Exercise brief
Take the line with "rmSync(storedFileOf(bytes));" and the rest of the lines after it, to the end of the entries, and restate them exactly.

Record set
════════════════════
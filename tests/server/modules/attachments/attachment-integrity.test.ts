// Signed content covers the attached files' bytes, not just a recorded hash: an attachment row can
// neither be re-pointed nor removed by the app's own role, and a file altered or removed on disk
// shows as not verified wherever the signature is shown.
import { createHash } from 'node:crypto';
import { readdirSync, readFileSync, rmSync, statSync, writeFileSync } from 'node:fs';
import path from 'node:path';
import { sql } from 'drizzle-orm';
import { afterAll, beforeAll, describe, expect, it } from 'vitest';
import { createTestApp, demo, type TestApp } from '../../../support/test-app';
import { pdfBody, pdfText } from '../../../support/pdf-text';
import { pngOf } from '../../../support/png';
import { approve, doc, fuseBlock, inReview, paragraph, reading } from '../review/review-support';
import { benchProcedure, entry, newUnit, startRun } from '../runs/runs-fixtures';

let t: TestApp;
beforeAll(async () => {
  t = await createTestApp();
});
afterAll(() => t.close());

type Client = Awaited<ReturnType<TestApp['as']>>;
let shade = 0;
const uniquePng = () => pngOf(5, 4, ++shade);
const sha256 = (b: Buffer) => createHash('sha256').update(b).digest('hex');

/** The file in the upload folder that holds these bytes, whatever the folder's layout. */
function storedFileOf(bytes: Buffer): string {
  const want = sha256(bytes);
  const walk = (dir: string): string | undefined => {
    for (const name of readdirSync(dir)) {
      const p = path.join(dir, name);
      const found = statSync(p).isDirectory() ? walk(p) : sha256(readFileSync(p)) === want ? p : undefined;
      if (found) return found;
    }
  };
  const found = walk(t.uploadDir);
  if (!found) throw new Error('no stored file holds these bytes');
  return found;
}

/** The database's message when a statement is refused, or null when it went through. */
const refusal = (run: Promise<unknown>) =>
  run.then(
    () => null,
    (e: Error & { cause?: Error }) => e.cause?.message ?? e.message,
  );

async function uploadImage(c: Client, bytes: Buffer) {
  const res = await c.post('/api/attachments').attach('file', bytes, { filename: 'reservoir.png' });
  expect(res.status).toBe(201);
  return res.body.attachment.id as string;
}

const imageDoc = (attachmentId: string) =>
  doc(paragraph('Photograph the reservoir before power-up.'), fuseBlock('0.1 A'), reading('±5 %'), {
    type: 'image',
    attrs: { id: 'img-reservoir', attachmentId, alt: 'Reservoir', caption: 'Reservoir' },
  });

/** An approved revision showing one image; returns its id, the image's id and bytes, and the signature id. */
async function approvedWithImage() {
  const hal = await t.as('hal');
  const bytes = uniquePng();
  const attachmentId = await uploadImage(hal, bytes);
  const { revision } = await inReview(t, 'hal', imageDoc(attachmentId));
  const marek = await t.as('marek');
  const ok = await approve(marek, revision.id, 'marek');
  expect(ok.status).toBe(200);
  return { revisionId: revision.id, attachmentId, bytes, signatureId: ok.body.signature.id as string, marek };
}

/** What the reader (a technician), the review page and the verify check say about the approval. */
async function verifiedEverywhere(revisionId: string, signatureId: string, marek: Client) {
  const tom = await t.as('tom');
  const reader = await tom.get(`/api/revisions/${revisionId}/signatures`);
  const review = await marek.get(`/api/revisions/${revisionId}/review`);
  const check = await marek.get(`/api/signatures/${signatureId}/verify`);
  return [
    reader.body.signatures[0].verified,
    review.body.review.signatures[0].verified,
    check.body.verified,
  ] as boolean[];
}

describe('attachment rows are append-only', () => {
  it('the app role cannot point an approved revision’s image at another stored file, nor delete it', async () => {
    const { revisionId, attachmentId, bytes, signatureId, marek } = await approvedWithImage();
    const other = await uploadImage(await t.as('hal'), uniquePng());
    // No column of the row may change, not even to itself: a row whose file name or hash could be
    // rewritten would let the approved image name other bytes.
    const cols = (
      await t.db.execute<{ column_name: string }>(
        sql`select column_name from information_schema.columns where table_name = 'attachments' order by 1`,
      )
    ).rows.map((r) => r.column_name);
    expect(cols.length).toBeGreaterThan(3);
    for (const col of cols) {
      const name = sql.identifier(col);
      expect(
        await refusal(t.db.execute(sql`update attachments set ${name} = ${name} where id = ${attachmentId}`)),
        col,
      ).toMatch(/permission denied/);
    }
    expect(
      await refusal(
        t.db.execute(
          sql`update attachments set sha256 = (select sha256 from attachments where id = ${other}) where id = ${attachmentId}`,
        ),
      ),
    ).toMatch(/permission denied/);
    expect(await refusal(t.db.execute(sql`delete from attachments where id = ${other}`))).toMatch(
      /permission denied/,
    );
    // The owner is refused by the trigger.
    expect(
      await refusal(
        t.ownerDb.execute(
          sql`update attachments set original_name = 'swapped.png' where id = ${attachmentId}`,
        ),
      ),
    ).toMatch(/append-only/);
    expect(await refusal(t.ownerDb.execute(sql`delete from attachments where id = ${other}`))).toMatch(
      /append-only/,
    );
    // Still the approved bytes, still verified.
    const served = await marek.get(`/api/attachments/${attachmentId}`);
    expect(Buffer.compare(served.body as Buffer, bytes)).toBe(0);
    expect(await verifiedEverywhere(revisionId, signatureId, marek)).toEqual([true, true, true]);
  });
});

describe('a stored file altered or removed on disk', () => {
  it('shows the approval as not verified on the reader, the review page and the verify check, and is not served', async () => {
    const { revisionId, attachmentId, bytes, signatureId, marek } = await approvedWithImage();
    expect(await verifiedEverywhere(revisionId, signatureId, marek)).toEqual([true, true, true]);
    const file = storedFileOf(bytes);
    writeFileSync(file, uniquePng());
    expect(await verifiedEverywhere(revisionId, signatureId, marek)).toEqual([false, false, false]);
    const served = await marek.get(`/api/attachments/${attachmentId}`);
    expect(served.status).toBe(404);
    expect(served.body.error).toMatch(/does not match/);
    // The check is made against the bytes on each read: the original bytes back, verified again.
    writeFileSync(file, bytes);
    expect(await verifiedEverywhere(revisionId, signatureId, marek)).toEqual([true, true, true]);
    rmSync(file);
    expect(await verifiedEverywhere(revisionId, signatureId, marek)).toEqual([false, false, false]);
  });

  it('a revision whose image is missing or altered cannot be approved (409)', async () => {
    const hal = await t.as('hal');
    const bytes = uniquePng();
    const attachmentId = await uploadImage(hal, bytes);
    const { revision } = await inReview(t, 'hal', imageDoc(attachmentId));
    writeFileSync(storedFileOf(bytes), Buffer.concat([bytes, Buffer.from('tail')]));
    const res = await approve(await t.as('marek'), revision.id, 'marek');
    expect(res.status).toBe(409);
    expect(res.body.error).toMatch(/missing or altered/);
  });
});

describe('run photos', () => {
  async function signedRunWithPhoto() {
    const tom = await t.as('tom');
    const revision = await benchProcedure(t);
    const unit = await newUnit(tom);
    const run = (await startRun(tom, revision.id, unit.id)).body.run;
    const bytes = uniquePng();
    expect(
      (
        await tom
          .post(`/api/runs/${run.id}/photos`)
          .field('stepId', 'rd-ht-ac')
          .attach('file', bytes, { filename: 'tp1.png' })
      ).status,
    ).toBe(201);
    for (const [step, body] of [
      ['hz-ht-live', { done: true }],
      ['rd-ht-ac', { value: '251 V' }],
      ['rd-heater', { value: '6.4' }],
      ['ck-discharge', { done: true }],
    ] as const) {
      expect((await entry(tom, run.id, step, body)).status).toBe(200);
    }
    return { tom, runId: run.id as string, bytes };
  }

  const pdfOf = async (c: Client, runId: string) =>
    pdfText((await c.get(`/api/runs/${runId}/sheet.pdf`).buffer(true).parse(pdfBody)).body as Buffer).join(
      ' ',
    );

  it('a photo altered after signing shows the run sheet and its PDF as not verified', async () => {
    const { tom, runId, bytes } = await signedRunWithPhoto();
    const signed = await tom.post(`/api/runs/${runId}/sign`).send({ password: demo.tom.password });
    expect(signed.status).toBe(200);
    expect(signed.body.run.signature.verified).toBe(true);
    expect(await pdfOf(tom, runId)).toContain('Yes: the stored run content matches the signed hash.');
    writeFileSync(storedFileOf(bytes), uniquePng());
    expect((await tom.get(`/api/runs/${runId}`)).body.run.signature.verified).toBe(false);
    expect(await pdfOf(tom, runId)).toContain('NO: the stored run content does not match the signed hash.');
  });

  it('a run whose photo is missing cannot be signed (409)', async () => {
    const { tom, runId, bytes } = await signedRunWithPhoto();
    rmSync(storedFileOf(bytes));
    const res = await tom.post(`/api/runs/${runId}/sign`).send({ password: demo.tom.password });
    expect(res.status).toBe(409);
    expect(res.body.error).toMatch(/missing or altered/);
  });
});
════════════════════
Reply to the task
    rmSync(storedFileOf(bytes));
    const res = await tom.post(`/api/runs/${runId}/sign`).send({ password: demo.tom.password });
    expect(res.status).toBe(409);
    expect(res.body.error).toMatch(/missing or altered/);
  });
});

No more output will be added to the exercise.